9/07/2004

Missed Manners

Have you noticed that there seems to be a clinical "rage" affiliated with just about every facet of our lives? "Road Rage" is the granddaddy of them all, but now we have things like "Air Rage," "Cell Rage," and "Office Rage." Rage is, well, all the rage.

At first this trend sort of upset me. (Yes, I see the irony in that.) But then I started thinking: Can we blame people for being mad all the time? I mean, have you been out in public? If other people don't tick you off, I think there's really something wrong with you. More and more, it seems like other people (not you and me, of course, we're perfectly fine) think the world revolves around them, that they're encased in some sort of hermetically sealed bubble and that their actions don't affect anyone else. It's like people haven't bothered to learn any social etiquette at all.

For example, most of us know that when we're at the grocery store we're supposed to hug one side of the aisle with our shopping carts in order to allow the people streaming toward the "Ho Ho's" aisle enough room to get by. But there's always that guy who's pushing his cart smack dab down the middle of the aisle, meandering from side to side, comparing every item on the shelf for net carbs, never giving you enough room to slip by. Pretty soon it's like a bad scene out of Days of Thunder: You time it just right so when he bobs to the left you weave to the right, scraping along the side his cart, sparks flying, the little flags extending from the shelves advertising the daily specials clacking against your cart like baseball cards in a bike's spokes, a trail of Cheez-Doodle bags littering the floor behind you.
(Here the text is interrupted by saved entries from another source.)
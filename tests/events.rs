//! Events of the demo's weather, and of turbulence alone.
//!
//! The demo is made here with other seeds, by the program that made the shipped day.
#![allow(
    clippy::unwrap_used,
    clippy::print_stdout,
    dead_code,
    reason = "tests may panic and print; not all of the demo's source is used here"
)]

#[path = "../examples/make_demo/field.rs"]
mod field;
#[path = "../examples/make_demo/network.rs"]
mod network;
#[path = "../examples/make_demo/reports.rs"]
mod reports;
#[path = "../examples/make_demo/scenario.rs"]
mod scenario;

use std::fs;
use std::path::{Path, PathBuf};

use gyremesh::event::AreaKind;
use gyremesh::pipeline::{EventsOutcome, Setup, find_events};
use gyremesh::report::InputOrder;
use gyremesh::settings::Overrides;

/// A day of the demo in a folder of its own; the path of its settings.
fn day(folder: &Path, seed: u64, weather: bool, faults: bool, more: &str) -> PathBuf {
    let plane = network::LocalPlane::about_centre();
    let field = field::WindField::new(seed, weather);
    let reports = reports::Reports::of_day(&field, &plane, seed, faults);
    fs::write(folder.join("stations.csv"), network::station_list()).unwrap();
    fs::write(folder.join("reports.csv"), &reports.text).unwrap();
    let shipped = Path::new(env!("CARGO_MANIFEST_DIR")).join("networks/ostrin/network.toml");
    let settings = fs::read_to_string(shipped).unwrap();
    let settings = settings.replace("../../examples/ostrin/reports.csv", "reports.csv");
    let path = folder.join("network.toml");
    fs::write(&path, settings + more).unwrap();
    path
}

fn events(seed: u64, weather: bool, faults: bool, more: &str) -> (Setup, EventsOutcome) {
    let folder = tempfile::tempdir().unwrap();
    let settings = day(folder.path(), seed, weather, faults, more);
    let setup = Setup::read(&settings, &Overrides::default()).unwrap();
    let found = find_events(&setup, InputOrder::ByTime, |_| {}).unwrap();
    (setup, found)
}

fn seeds(name: &str, default: std::ops::Range<u64>) -> Vec<u64> {
    match std::env::var(name) {
        Ok(text) => {
            let (a, b) = text.split_once("..").unwrap();
            (a.parse().unwrap()..b.parse().unwrap()).collect()
        }
        Err(_) => default.collect(),
    }
}

#[test]
#[ignore = "exploration"]
fn look() {
    let faults = std::env::var("FAULTS").is_ok();
    let weather = std::env::var("CALM").is_err();
    let more = std::env::var("MORE").unwrap_or_default();
    for seed in seeds("SEEDS", 20_310_614..20_310_615) {
        let (_, found) = events(seed, weather, faults, &more);
        println!(
            "seed {seed}: {} areas {} lines {} passages",
            found.areas.len(),
            found.lines.len(),
            found.passages.len()
        );
        for a in &found.areas {
            let at = a
                .path
                .points()
                .first()
                .unwrap()
                .1
                .map(|x| (x / 1e3).round());
            println!(
                "  {:<22} {}-{} strength {:.2} peak {:.1}±{:.1} area {:.0} {at:?} {:?} {:?} split {:?} merged {:?}",
                a.kind.name(),
                &a.start.to_string()[11..16],
                &a.end.to_string()[11..16],
                a.strength,
                a.peak.value * 1e5,
                a.peak.error * 1e5,
                a.area / 1e6,
                a.motion.map(|m| format!(
                    "{:.1}±{:.1} m/s {:.0}±{:.0}",
                    m.speed, m.speed_error, m.heading, m.heading_error
                )),
                a.peak.polygon,
                a.split_from,
                a.merged_into
            );
        }
        for l in &found.lines {
            let m = l.motion;
            println!(
                "  {} {}-{} known {} {} stations {:.2}±{:.2} m/s {:.1}±{:.1} change {:.1?} closing {:.1}",
                l.name(),
                &l.start.to_string()[11..16],
                &l.end.to_string()[11..16],
                &l.known_at.to_string()[11..16],
                l.stations.len(),
                m.speed,
                m.speed_error,
                m.heading,
                m.heading_error,
                l.change,
                l.closing
            );
            for a in &l.arrivals {
                println!("    {a:?}");
            }
        }
        if std::env::var("PASSAGES").is_ok() {
            for (p, line) in &found.passages {
                let plane = network::LocalPlane::about_centre();
                let at = plane.point(&network::STATIONS[p.station]);
                let (e, n) = field::toward(scenario::LINE_HEADING);
                let along = at.x * e + at.y * n - 1e3 * scenario::SHORE_KM;
                let truth = 11.0 * 3600.0 + along / scenario::LINE_SPEED;
                let off = (p.time.micros() / 1_000_000).rem_euclid(86_400) as f64 - truth;
                println!(
                    "RES {:.2} {:.0} {:.0} {:.0} {}",
                    truth / 3600.0,
                    off,
                    p.error,
                    p.width,
                    line.is_some()
                );
            }
        }
    }
}

#[test]
fn placeholder() {
    assert_eq!(AreaKind::ALL.len(), 4);
}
People do this on the sidewalk, too, but they often gang up to do it. We've all been there: two people just far enough apart from each other to make passing on either side an impossibility, but just close enough together to prevent any possibility of slithering in between them. You try the little "coughing alert" signal, hoping to get them to notice you, but they never pay attention to that. Heck, they don't even move for the people coming toward them. They force these poor people to paste themselves against the wall gecko-style until they've passed. I just don't get it.
These are the same people who willy-nilly cross in the middle of the street with no regard for any laws or people who are, oh I don't know, driving. My wife gets upset because I hardly slow down; she claims that pedestrians always have the right-of-way, no matter if they're in the sidewalk or not. Whether or not that is true, I really don't think we should coddle people who don't look to see if cars are coming down the street and just dart into the road like so many rabid squirrels. I mean, we teach 3-year-olds that leaping out from behind a parked car gazelle-like into the middle of the road is a bad idea -- a good near-miss is probably the best thing to show someone in their twenties the error of his ways. Remember kids: it's never too late to stop learning.
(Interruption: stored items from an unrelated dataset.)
//! Reads station lists: text tables and GeoJSON.

use std::io::{self, Read};
use std::path::Path;

use super::{StationList, features, table};
use crate::error::{Error, Place, Problem, nearest_name};
use crate::input::{BLOCK, Blocks, TextFormat, open};

/// A list in GeoJSON is read as a whole; a larger one is a slip.
const LARGEST_GEOJSON: u64 = 1 << 30;
/// The form of a list shows in its first bytes.
const FIRST_BYTES: u64 = 1 << 10;

/// Which columns of a station list hold what; in GeoJSON, which properties.
#[derive(Debug, Clone, PartialEq, Eq, serde::Serialize)]
pub struct StationColumns {
    /// Identifier, as the reports write it.
    pub id: String,
    /// Name for people.
    pub name: Option<String>,
    /// Degrees north. In GeoJSON the position is that of the point.
    pub latitude: String,
    /// Degrees east.
    pub longitude: String,
    /// Height of the ground above mean sea level.
    pub elevation: Option<String>,
    /// Other identifiers: a whole field is one, and so is each of its parts between `;`.
    pub aliases: Vec<String>,
    /// From when on the station stands there: RFC 3339, or a date for 00:00 UTC.
    pub valid_from: Option<String>,
    /// Until when, exclusive.
    pub valid_to: Option<String>,
    /// Unit of the station's speeds.
    pub speed_unit: Option<String>,
    /// What its directions are counted from: `true` or `magnetic`.
    pub north: Option<String>,
    /// Magnetic declination, degrees, east positive.
    pub declination: Option<String>,
    /// Height of the sensor above the ground, m.
    pub sensor_height: Option<String>,
    /// Roughness length of the surroundings, m.
    pub roughness: Option<String>,
    /// Degrees that are added to reported directions.
    #[serde(skip_serializing_if = "Option::is_none")]
    pub direction_correction: Option<String>,
    /// Factor that reported speeds are multiplied with.
    #[serde(skip_serializing_if = "Option::is_none")]
    pub speed_factor: Option<String>,
    /// From when on both hold: RFC 3339, or a date for 00:00 UTC.
    #[serde(skip_serializing_if = "Option::is_none")]
    pub correction_from: Option<String>,
    /// Where both come from, in words.
    #[serde(skip_serializing_if = "Option::is_none")]
    pub correction_origin: Option<String>,
}

impl Default for StationColumns {
    fn default() -> Self {
        Self {
            id: "id".into(),
            name: None,
            latitude: "latitude".into(),
            longitude: "longitude".into(),
            elevation: None,
            aliases: Vec::new(),
            valid_from: None,
            valid_to: None,
            speed_unit: None,
            north: None,
            declination: None,
            sensor_height: None,
            roughness: None,
            direction_correction: None,
            speed_factor: None,
            correction_from: None,
            correction_origin: None,
        }
    }
}

/// A station list as the settings describe it.
#[derive(Debug, Clone, PartialEq, serde::Serialize)]
pub struct Catalogue {
    /// Column names.
    pub columns: StationColumns,
    /// How the text is written, if it is a table.
    pub text: TextFormat,
    /// One unit of the elevation column in metres.
    pub elevation_unit: f64,
    /// Only these stations, if given.
    pub only: Option<Vec<String>>,
    /// The list is a table of reports: of each station the first row with a position holds.
    pub first_of_each: bool,
}

impl Default for Catalogue {
    fn default() -> Self {
        Self {
            columns: StationColumns::default(),
            text: TextFormat::default(),
            elevation_unit: 1.0,
            only: None,
            first_of_each: false,
        }
    }
}

/// Reads a station list, compressed or not: GeoJSON if its first sign is `{`, else a text table with a header line.
///
/// # Errors
/// All defects of the list, or the system's refusal to read it.
pub fn read_catalogue(path: &Path, catalogue: &Catalogue) -> Result<StationList, Error> {
    let file = path.display().to_string();
    let input = open(path).map_err(|e| Error::read(path, e))?;
    read_list(&file, input, catalogue)
        .map_err(|e| Error::read(path, e))?
        .map_err(Error::Invalid)
}

/// Reads a list from anything.
fn read_list(
    file: &str,
    mut input: impl Read,
    catalogue: &Catalogue,
) -> io::Result<Result<StationList, Vec<Problem>>> {
    let mut start = Vec::new();
    input.by_ref().take(FIRST_BYTES).read_to_end(&mut start)?;
    let text = start.strip_prefix(b"\xef\xbb\xbf").unwrap_or(&start);
    let is_geojson = text.trim_ascii_start().starts_with(b"{");
    let mut input = start.chain(input);
    if !is_geojson {
        return table::read_table(file, Blocks::new(input, BLOCK), catalogue);
    }
    let mut bytes = Vec::new();
    input
        .by_ref()
        .take(LARGEST_GEOJSON + 1)
        .read_to_end(&mut bytes)?;
    if bytes.len() as u64 > LARGEST_GEOJSON {
        let message = format!("it is larger than {} MiB", LARGEST_GEOJSON >> 20);
        return Err(io::Error::new(io::ErrorKind::FileTooLarge, message));
    }
    Ok(features::read_features(file, &bytes, catalogue))
}

/// The problem of a column that a header lacks.
pub(crate) fn missing_column<'a>(
    file: &str,
    name: &str,
    header: impl Iterator<Item = &'a str> + Clone,
) -> Problem {
    let found: Vec<String> = header.clone().map(|h| format!("`{h}`")).collect();
    let mut message = if found.is_empty() {
        "there is no such column: the file is empty".to_string()
    } else {
        format!("there is no such column (found: {})", found.join(", "))
    };
    if let Some(near) = nearest_name(name, header) {
        message.push_str("; is `");
        message.push_str(near);
        message.push_str("` meant?");
    }
    Problem::new(
        Place {
            file: file.into(),
            line: Some(1),
            column: Some(name.into()),
        },
        message,
    )
}

#[cfg(test)]
#[expect(clippy::unwrap_used, reason = "a test may panic")]
mod tests {
    use super::super::{Network, Period};
    use super::*;

    fn read(text: &str, only: Option<Vec<String>>) -> Result<Network, Vec<String>> {
        let catalogue = Catalogue {
            only,
            ..Catalogue::default()
        };
        read_list("s.csv", text.as_bytes(), &catalogue)
            .unwrap()
            .and_then(|list| list.network(Period::default()))
            .map_err(|problems| problems.iter().map(ToString::to_string).collect())
    }

    #[test]
    fn all_defects_are_listed_with_their_place() {
        let problems = read(
            "id,latitude,longitude\nA,91,0\nB,x,0\nA,1,1\nC,1,400\n",
            None,
        )
        .unwrap_err();
        assert_eq!(
            problems,
            [
                "s.csv:2 `latitude`: latitude 91 is out of range (-90 to 90 expected)",
                "s.csv:3 `latitude`: `x` is not a number",
                "s.csv:4 `id`: station `A` is already on line 2 (each station once expected)",
                "s.csv:5 `longitude`: longitude 400 is out of range (-180 to 360 expected)",
            ]
        );
    }

    #[test]
    fn a_missing_column_names_those_found() {
        let problems = read("id,lat,longitude\n", None).unwrap_err();
        assert_eq!(
            problems,
            [
                "s.csv:1 `latitude`: there is no such column (found: `id`, `lat`, `longitude`); is `lat` meant?"
            ]
        );
        assert!(read("", None).unwrap_err()[0].contains("the file is empty"));
    }

    #[test]
    fn only_the_stations_asked_for() {
        let list = "id,latitude,longitude\nKing's Park,1,1\nB,2,2\nBad,x,x\n";
        let network = read(list, Some(vec!["King's Park".into(), "B".into()])).unwrap();
        assert_eq!(network.len(), 2);
        assert_eq!(network.find("King's Park"), network.find("King's_Park"));
        assert!(read(list, Some(vec!["Z".into()])).unwrap_err()[0].contains("`Z`"));
    }
}
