#[test]
fn edges_over_500_km_warn() {
    let wide = triangles(&network(&[(45.0, 0.0), (45.0, 8.0), (49.0, 4.0)])).unwrap();
    let [Warning::LongEdges { polygons, longest }] = wide.warnings[..] else {
        panic!("{:?}", wide.warnings)
    };
    assert_eq!(polygons, 1);
    let (a, b) = (
        Position::new(45.0, 0.0).unwrap(),
        Position::new(45.0, 8.0).unwrap(),
    );
    assert!(close(longest, a.distance(b, &Geodesic::wgs84()), 1e-6));
    assert_says(
        &wide.warnings[0].to_string(),
        &["over 500 km", "longest 631 km", "limits.longest_edge"],
    );
    let narrow = triangles(&network(&[(45.0, 0.0), (45.0, 6.0), (48.0, 3.0)])).unwrap();
    assert!(narrow.warnings.is_empty(), "{:?}", narrow.warnings);
}

/// Two stations over the pole from each other: the edge between them runs through the pole.
#[test]
fn an_edge_through_the_pole() {
    let (network, polygon) = ring_of(&[(89.0, 0.0), (89.0, 180.0), (88.0, -90.0)]);
    let f = planetary_vorticity(&polygon, &positions(&network));
    assert!(close(f, 2.0 * OMEGA, 2.0 * OMEGA * 6e-4), "{f:e}");
    // Right at the pole: 1 degree of meridian to either side is 2 x 111.69 km; the third is 223.38 km off.
    assert!(
        close(polygon.shape.area, 0.5 * 223.38e3 * 223.38e3, 3e7),
        "{}",
        polygon.shape.area
    );
}

/// Only the stations asked for are used, and each triangle begins with its smallest station, counter-clockwise.
#[test]
fn triangulation_is_ordered() {
    let network = network(&SQUARE);
    let places = positions(&network);
    let found = triangulate(&places, &[0, 1, 2, 3, 4]).unwrap();
    assert_eq!(found, [[0, 1, 4], [0, 4, 3], [1, 2, 4], [2, 3, 4]]);
    assert_eq!(triangulate(&places, &[4, 1, 2]).unwrap(), [[1, 2, 4]]);
    let geodesic = Geodesic::wgs84();
    for triangle in found {
        assert!(geodesic_area(triangle.iter().map(|&s| places[s]), &geodesic).0 > 0.0);
    }
}

/// The spread of heights is that of the polygon's own stations, and unknown if one of them is.
#[test]
fn elevation_spread_is_that_of_the_corners() {
    let elevations = [Some(400.0), Some(-20.0), Some(1800.0), None, Some(650.0)];
    let mut stations = network(&SQUARE).stations().to_vec();
    for (station, elevation) in stations.iter_mut().zip(elevations) {
        station.elevation = elevation;
    }
    let network = Network::new(stations);
    let built = triangles(&network).unwrap();
    let spread = |id: &str| {
        let polygon = built.polygons.iter().find(|p| p.id == id).unwrap();
        polygon.shape.elevation_spread
    };
    assert_eq!(spread("S000+S001+S004"), Some(670.0));
    assert_eq!(spread("S001+S002+S004"), Some(1820.0));
    assert_eq!(spread("S000+S004+S003"), None);
}

/// Far apart in longitude at a high latitude, close on the ground: shapes are those of the Earth, not of degrees.
#[test]
fn a_ring_near_the_pole_is_measured_on_the_ground() {
    let (_, polygon) = ring_of(&[(89.9, 0.0), (89.9, 120.0), (89.9, -120.0)]);
    assert!(close(polygon.shape.smallest_angle, 60.0, 1e-3));
    // Equilateral in a circle of 0.1 degree, 11.169 km: quality 1, noise factor 2/(√3 R).
    assert!(close(polygon.shape.quality, 1.0, 1e-5));
    let noise = 2.0 / (3.0_f64.sqrt() * 11_169.4);
    assert!(close(polygon.shape.noise_factor, noise, 1e-4 * noise));
}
I could go on, of course (don't even get me started on how some people drive). And I'm sure we can all think of examples in our own lives. Those times where you stop and say to yourself, "Who is this person? Don't they know it's the rule that when you get in your car at the mall you don't dilly-dally with makeup or a phone call but back out as soon as possible? I know they see me waiting for them! Wait -- is she cleaning out her glove compartment?!"
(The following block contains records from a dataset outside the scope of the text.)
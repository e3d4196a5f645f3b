//! The same results however the reports come: in one file or many, in any order, from memory, disk or a cache.
#![allow(
    clippy::unwrap_used,
    clippy::panic,
    clippy::cast_possible_wrap,
    reason = "tests may panic; their numbers are small"
)]

use std::fmt::Write as _;
use std::fs;
use std::path::{Path, PathBuf};
use std::process::{Command, Output};

use gyremesh::time::Time;
use rand::seq::SliceRandom;
use rand::{RngExt, SeedableRng};
use rand_chacha::ChaCha8Rng;
use serde_json::Value;
use tempfile::TempDir;

const STATIONS: usize = 7;
/// More than three windows, which have 1024 analysis times each.
const TIMES: usize = 3500;
const HEADER: &str = "time,station,direction,speed\n";

struct Site {
    folder: TempDir,
    /// (time, station, line), in the order of time.
    rows: Vec<(usize, usize, String)>,
}

impl Site {
    fn new() -> Self {
        let folder = tempfile::tempdir().unwrap();
        let mut rng = ChaCha8Rng::seed_from_u64(11);
        let mut stations = String::from("id,latitude,longitude\n");
        for s in 0..STATIONS {
            let (latitude, longitude) = (45.0 + 0.1 * (s % 3) as f64, 8.0 + 0.13 * (s / 3) as f64);
            let _ = writeln!(
                stations,
                "P{s},{:.4},{longitude:.4}",
                latitude + 0.01 * s as f64
            );
        }
        fs::write(folder.path().join("stations.csv"), stations).unwrap();
        let settings = "name = \"Streams\"\n[stations]\nfile = \"stations.csv\"\n[[reports]]\nfiles = [\"all.csv\"]\n\
                        [analysis]\ninterval = \"5 min\"\ntolerance = \"4 min\"\n";
        fs::write(folder.path().join("network.toml"), settings).unwrap();
        let mut rows = Vec::new();
        for t in 0..TIMES {
            for s in 0..STATIONS {
                // Gaps, a long one of a station, reports beside the analysis time, repeats that say something else.
                if rng.random_bool(0.03) || (s == 3 && (1100..2400).contains(&t)) {
                    continue;
                }
                // A gap of the whole network, longer than a window.
                let day = if t > 3000 { 40 } else { 0 };
                let second = (t * 300 + day * 86_400 + rng.random_range(0..3) * 60) as i64;
                let time = Time::from_micros((1_900_000_200 + second) * 1_000_000);
                let (direction, speed) = (rng.random_range(0..=36) * 10, rng.random_range(0..150));
                let (direction, speed) = match (s, t) {
                    // Sensors at fault, over the ends of windows and beside them.
                    (1, 1000..1100) | (2, 2040..2056) => (270, 61),
                    (4, 900..1400) => (direction, 83),
                    (5, 1700..2200) => (40, speed),
                    _ if rng.random_bool(0.003) => (direction, 700),
                    _ => (direction, speed),
                };
                let line = format!("{time},P{s},{direction},{:.1}\n", f64::from(speed) / 10.0);
                rows.push((t, s, line));
                if rng.random_bool(0.01) {
                    rows.push((t, s, format!("{time},P{s},{direction},99.5\n")));
                }
            }
        }
        Self { folder, rows }
    }

    fn path(&self, name: &str) -> PathBuf {
        self.folder.path().join(name)
    }

    fn write<'a>(&self, name: &str, lines: impl IntoIterator<Item = &'a String>) -> PathBuf {
        let text: String = std::iter::once(HEADER)
            .chain(lines.into_iter().map(String::as_str))
            .collect();
        let path = self.path(name);
        fs::write(&path, text).unwrap();
        path
    }

    /// The results on these files, and what was said; the flags of all reports are among the results.
    fn run(&self, files: &[PathBuf], options: &[&str]) -> (Results, String) {
        let (mut results, said) =
            self.run_with(files, &[&["--errors", "instrument"], options].concat());
        let out = self.path("checked");
        let output = Command::new(env!("CARGO_BIN_EXE_gyremesh"))
            .arg("check")
            .arg(self.path("network.toml"))
            .arg("--out")
            .arg(&out)
            .args(options)
            .arg("--reports")
            .args(files)
            .output();
        let Output { status, stderr, .. } = output.unwrap();
        assert!(status.success(), "{}", String::from_utf8_lossy(&stderr));
        let flagged = fs::read_to_string(out.join("reports_flagged.csv")).unwrap();
        // Without file and line.
        let lines = flagged
            .lines()
            .map(|line| line.rsplitn(3, ',').last().unwrap());
        results.flagged = lines.collect::<Vec<_>>().join("\n");
        (results, said)
    }

    fn run_with(&self, files: &[PathBuf], options: &[&str]) -> (Results, String) {
        let out = self.path("out");
        let output = Command::new(env!("CARGO_BIN_EXE_gyremesh"))
            .arg("estimate")
            .arg(self.path("network.toml"))
            .args(["--quiet", "--out"])
            .arg(&out)
            .args(options)
            .arg("--reports")
            .args(files)
            .output();
        let Output { status, stderr, .. } = output.unwrap();
        let said = String::from_utf8_lossy(&stderr).into_owned();
        assert!(status.success(), "{said}");
        (Results::read(&out), said)
    }
}

#[derive(Debug, PartialEq)]
struct Results {
    polygons: String,
    polygon_summary: String,
    stations: String,
    flagged: String,
    period: Value,
    rows: Value,
    repeats: Value,
    aligned: Value,
}

impl Results {
    fn read(out: &Path) -> Self {
        let text = |name: &str| fs::read_to_string(out.join(name)).unwrap();
        let summary: Value = serde_json::from_str(&text("summary.json")).unwrap();
        let of_reports = |name: &str| summary["reports"][name].clone();
        Self {
            polygons: text("polygons.csv"),
            polygon_summary: text("polygon_summary.csv"),
            stations: text("stations.csv"),
            flagged: String::new(),
            period: summary["period"].clone(),
            rows: of_reports("rows"),
            repeats: of_reports("repeats"),
            aligned: of_reports("aligned"),
        }
    }
}

/// Rows that a tally set aside.
fn set_aside(tally: &Value) -> u64 {
    let reasons = tally["set_aside"].as_object().unwrap();
    reasons.values().map(|n| n.as_u64().unwrap()).sum()
}

#[test]
fn the_order_and_number_of_files_change_nothing() {
    let site = Site::new();
    let lines = || site.rows.iter().map(|row| &row.2);
    let whole = site.write("all.csv", lines());
    let (expected, said) = site.run(std::slice::from_ref(&whole), &[]);
    assert_eq!(said, "", "in order");
    assert!(expected.polygons.lines().count() > 10_000);
    assert_eq!(expected.rows["passed"], site.rows.len());
    // Every report once, in the order of time, and faults among them.
    let reports = expected.rows["passed"].as_u64().unwrap() - set_aside(&expected.repeats);
    let flagged: Vec<&str> = expected.flagged.lines().skip(1).collect();
    assert_eq!(flagged.len() as u64, reports);
    assert!(flagged.is_sorted_by_key(|line| &line[..20]));
    let with = |flag: &str| {
        flagged
            .iter()
            .filter(|l| l.split(',').nth(5) == Some(flag))
            .count()
    };
    assert!(
        with("3") > 50 && with("4") > 50,
        "{} {}",
        with("3"),
        with("4")
    );

    let (one_thread, _) = site.run(std::slice::from_ref(&whole), &["--threads", "1"]);
    assert_eq!(one_thread, expected);

    let stations: Vec<PathBuf> = (0..STATIONS)
        .map(|s| {
            let of_station = site.rows.iter().filter(|row| row.1 == s);
            site.write(&format!("station{s}.csv"), of_station.map(|row| &row.2))
        })
        .collect();
    let (found, said) = site.run(&stations, &[]);
    assert_eq!(said, "", "stations");
    assert!(found == expected, "a file for each station");

    // With the structure function, which follows the run.
    let (complete, _) = site.run_with(std::slice::from_ref(&whole), &[]);
    let (found, _) = site.run_with(&stations, &["--threads", "1"]);
    assert_ne!(complete.polygons, expected.polygons);
    assert_eq!(found, complete, "complete errors");

    let days: Vec<PathBuf> = site
        .rows
        .chunk_by(|a, b| a.0 / 288 == b.0 / 288)
        .enumerate()
        .map(|(day, rows)| site.write(&format!("day{day:02}.csv"), rows.iter().map(|r| &r.2)))
        .collect();
    let (found, said) = site.run(&days, &[]);
    assert_eq!(said, "", "days");
    assert_eq!(found, expected, "a file for each day");
}

#[test]
fn rows_out_of_order_are_sorted_in_memory_or_on_disk() {
    let site = Site::new();
    let whole = site.write("all.csv", site.rows.iter().map(|row| &row.2));
    let (expected, _) = site.run(&[whole], &[]);

    // Station after station in one file: the second begins when windows of the first are closed.
    let mut rows = site.rows.clone();
    rows.sort_by_key(|row| row.1);
    // With remarks, so that the file is not read in one go.
    let remark = format!(",{}\n", "remark ".repeat(30));
    let long: Vec<String> = rows.iter().map(|r| r.2.replace('\n', &remark)).collect();
    let by_station = site.write("by_station.csv", &long);
    for (memory, reason) in [("1GiB", "by_station.csv:"), ("1MiB", "too far apart")] {
        let files = std::slice::from_ref(&by_station);
        let options = ["--memory", memory, "--threads", "1"];
        let (found, said) = site.run(files, &options);
        assert!(said.contains("not in the order of time"), "{said}");
        assert!(said.contains(reason), "{said}");
        assert_eq!(found, expected, "{memory}");
    }

    // Any order, but repeats of a time stay in theirs: the last of them holds.
    let mut groups: Vec<Vec<&String>> = site
        .rows
        .chunk_by(|a, b| (a.0, a.1) == (b.0, b.1))
        .map(|group| group.iter().map(|row| &row.2).collect())
        .collect();
    groups.shuffle(&mut ChaCha8Rng::seed_from_u64(3));
    let shuffled = site.write("shuffled.csv", groups.into_iter().flatten());
    let (found, _) = site.run(&[shuffled], &["--memory", "1MiB"]);
    assert_eq!(found, expected, "shuffled");
}

#[test]
fn a_cache_gives_the_same_until_its_files_change() {
    let site = Site::new();
    let whole = site.write("all.csv", site.rows.iter().map(|row| &row.2));
    let files = std::slice::from_ref(&whole);
    let (expected, _) = site.run(files, &[]);
    let cache = site.path("rows.cache");
    let kept = ["--cache", cache.to_str().unwrap()];
    let (first, _) = site.run(files, &kept);
    assert_eq!(first, expected);
    let bytes = fs::read(&cache).unwrap();
    let (second, _) = site.run(files, &kept);
    assert_eq!(second, expected, "from the cache");
    assert_eq!(
        fs::read(&cache).unwrap(),
        bytes,
        "it was used, not made anew"
    );

    // Other values in a file of the same size.
    let text = fs::read_to_string(&whole).unwrap();
    fs::write(&whole, text.replacen(",1.", ",2.", 1000)).unwrap();
    let (changed, _) = site.run(files, &kept);
    assert_ne!(changed.polygons, expected.polygons);
    assert_eq!(changed, site.run(files, &[]).0);
    assert_ne!(fs::read(&cache).unwrap(), bytes, "it was made anew");

    // A damaged one is no cache.
    let mut bytes = fs::read(&cache).unwrap();
    bytes.truncate(100);
    fs::write(&cache, &bytes).unwrap();
    assert_eq!(site.run(files, &kept).0, changed);

    // Sorted rows are kept in their order.
    let mut rows = site.rows.clone();
    rows.sort_by_key(|row| row.1);
    let by_station = site.write("by_station.csv", rows.iter().map(|row| &row.2));
    let files = std::slice::from_ref(&by_station);
    assert_eq!(site.run(files, &kept).0, expected);
    let (found, said) = site.run(files, &kept);
    assert_eq!((found, said.as_str()), (expected, ""), "in order now");
}

/// Events too: areas of gusty winds over several windows of time, and a front that sweeps over the network between two.
#[test]
fn events_do_not_depend_on_files_threads_or_order() {
    let site = Site::new();
    // Steady winds of two sides of a front, in place of random ones, for five hours around the end of the first window.
    let rows: Vec<(usize, usize, String)> = site
        .rows
        .iter()
        .map(|(t, s, line)| {
            if !(990..1050).contains(t) {
                return (*t, *s, line.clone());
            }
            let passes = 1020 + s % 3;
            // Not quite steady, as no sensor that works is.
            let (more, turn) = (0.1 * ((t + s) % 7) as f64, (3 * t + s) % 11);
            let wind = if *t < passes {
                format!("{},{:.1}", 85 + turn, 3.0 + more)
            } else {
                format!("{},{:.1}", 265 + turn, 8.0 + more)
            };
            let fields: Vec<&str> = line.split(',').collect();
            (*t, *s, format!("{},{},{wind}\n", fields[0], fields[1]))
        })
        .collect();
    let settings = fs::read_to_string(site.path("network.toml")).unwrap();
    let settings = settings
        + "[events]\nleast_stations = 5\nlasting = \"5 min\"\n[errors]\nparts = \"instrument\"\n";
    fs::write(site.path("network.toml"), settings).unwrap();
    let run = |files: &[PathBuf], options: &[&str]| {
        let out = site.path("events");
        let output = Command::new(env!("CARGO_BIN_EXE_gyremesh"))
            .arg("events")
            .arg(site.path("network.toml"))
            .arg("--out")
            .arg(&out)
            .args(options)
            .arg("--reports")
            .args(files)
            .output()
            .unwrap();
        assert!(output.status.success(), "{output:?}");
        let names = ["events.csv", "shifts.csv", "arrivals.csv", "events.geojson"];
        names.map(|name| fs::read_to_string(out.join(name)).unwrap())
    };
    let whole = site.write("all.csv", rows.iter().map(|row| &row.2));
    let expected = run(std::slice::from_ref(&whole), &["--threads", "1"]);
    assert!(expected[0].lines().count() > 100, "{}", expected[0]);
    assert!(expected[1].lines().count() > 5, "{}", expected[1]);
    assert!(run(&[whole], &["--threads", "2"]) == expected, "threads");
    let stations: Vec<PathBuf> = (0..STATIONS)
        .map(|s| {
            let of_station = rows.iter().filter(|row| row.1 == s);
            site.write(&format!("one{s}.csv"), of_station.map(|row| &row.2))
        })
        .collect();
    assert!(run(&stations, &[]) == expected, "a file for each station");
    let mut sorted = rows.clone();
    sorted.sort_by_key(|row| row.1);
    let by_station = site.write("by_station.csv", sorted.iter().map(|row| &row.2));
    let found = run(&[by_station], &["--memory", "1MiB"]);
    assert!(found == expected, "station after station");
}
We can say a lot about the deterioration of our society. But whether or not we agree on the bigger issues, it's these smaller issues that are the barometer of the decline of culture at large. After all, the fall of the Roman Empire was brought on by people who tried to smuggle 23 items into the 15-items-or-less lane at the grocery store.

Comments:
I wish I lived in the same town as you, we hate all the same things.
 
Yes, in the end, it is hate that will bring us all together...
 
Norman Podhoretz once wrote about the rebirth of NYC under Giuliani. In it, he marked the beginning of the decline in the 60's as a day when he was sitting on the subway and some guy lit up a cigarette. He was beside himself by this guy's flaunting of social conventions. He didn't say anything though. Neither did anyone else. Not too long after it was a free-for-all. There were no more social conventions. The moral here is, if you see someone disrespecting you and the strangers around you, kick his ass.
=me=
 
...Agreed!!! And don't forget to punctuate it with pointy toe boots either...that should get the message across.